== ASSIGNMENT ==
Please work out how many lines in the records below include the word "scales", and reply with that number only.

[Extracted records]
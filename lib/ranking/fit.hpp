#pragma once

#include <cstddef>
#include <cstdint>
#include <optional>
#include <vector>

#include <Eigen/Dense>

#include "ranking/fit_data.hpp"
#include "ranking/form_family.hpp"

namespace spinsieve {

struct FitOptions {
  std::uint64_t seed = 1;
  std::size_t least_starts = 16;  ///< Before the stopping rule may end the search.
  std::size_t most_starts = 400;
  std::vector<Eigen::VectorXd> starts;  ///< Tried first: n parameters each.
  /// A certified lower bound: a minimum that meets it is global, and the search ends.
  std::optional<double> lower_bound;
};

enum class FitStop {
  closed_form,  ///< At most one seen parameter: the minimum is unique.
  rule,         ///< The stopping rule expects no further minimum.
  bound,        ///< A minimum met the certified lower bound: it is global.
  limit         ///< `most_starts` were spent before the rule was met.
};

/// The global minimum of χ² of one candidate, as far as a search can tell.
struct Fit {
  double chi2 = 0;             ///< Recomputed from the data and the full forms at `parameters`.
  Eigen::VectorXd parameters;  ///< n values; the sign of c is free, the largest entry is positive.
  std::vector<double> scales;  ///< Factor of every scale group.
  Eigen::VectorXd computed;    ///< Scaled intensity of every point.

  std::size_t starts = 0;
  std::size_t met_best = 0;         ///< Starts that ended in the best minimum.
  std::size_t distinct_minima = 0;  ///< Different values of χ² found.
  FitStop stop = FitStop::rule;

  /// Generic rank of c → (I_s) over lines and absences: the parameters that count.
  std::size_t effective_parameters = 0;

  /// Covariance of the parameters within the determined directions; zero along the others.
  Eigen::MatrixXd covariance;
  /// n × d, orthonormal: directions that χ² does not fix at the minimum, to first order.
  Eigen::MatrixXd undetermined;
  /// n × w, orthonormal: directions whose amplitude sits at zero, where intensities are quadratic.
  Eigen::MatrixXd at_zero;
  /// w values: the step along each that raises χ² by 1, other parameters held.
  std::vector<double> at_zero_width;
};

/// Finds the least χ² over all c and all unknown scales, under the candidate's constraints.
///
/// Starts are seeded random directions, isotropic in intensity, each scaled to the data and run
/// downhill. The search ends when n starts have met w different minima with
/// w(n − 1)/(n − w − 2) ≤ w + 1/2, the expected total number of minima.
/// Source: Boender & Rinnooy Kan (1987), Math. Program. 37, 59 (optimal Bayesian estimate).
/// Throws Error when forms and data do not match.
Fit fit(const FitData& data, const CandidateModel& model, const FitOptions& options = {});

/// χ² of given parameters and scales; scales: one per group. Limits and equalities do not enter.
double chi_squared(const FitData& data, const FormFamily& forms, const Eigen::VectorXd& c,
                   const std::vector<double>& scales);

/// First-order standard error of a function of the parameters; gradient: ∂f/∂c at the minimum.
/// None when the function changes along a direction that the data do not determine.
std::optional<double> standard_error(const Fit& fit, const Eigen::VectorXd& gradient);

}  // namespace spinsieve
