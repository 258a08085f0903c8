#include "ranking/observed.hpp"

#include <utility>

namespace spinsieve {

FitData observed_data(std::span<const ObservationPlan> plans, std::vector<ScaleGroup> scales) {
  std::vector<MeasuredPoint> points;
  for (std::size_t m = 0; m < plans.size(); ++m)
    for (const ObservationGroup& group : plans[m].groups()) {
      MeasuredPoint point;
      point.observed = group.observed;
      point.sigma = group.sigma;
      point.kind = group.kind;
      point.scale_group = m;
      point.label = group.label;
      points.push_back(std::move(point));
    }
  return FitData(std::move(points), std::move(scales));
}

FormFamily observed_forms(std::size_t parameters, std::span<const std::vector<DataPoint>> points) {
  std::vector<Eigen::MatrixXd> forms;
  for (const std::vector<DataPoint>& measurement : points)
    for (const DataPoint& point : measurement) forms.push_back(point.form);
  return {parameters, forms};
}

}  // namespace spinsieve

== TASK SOLUTION ==
6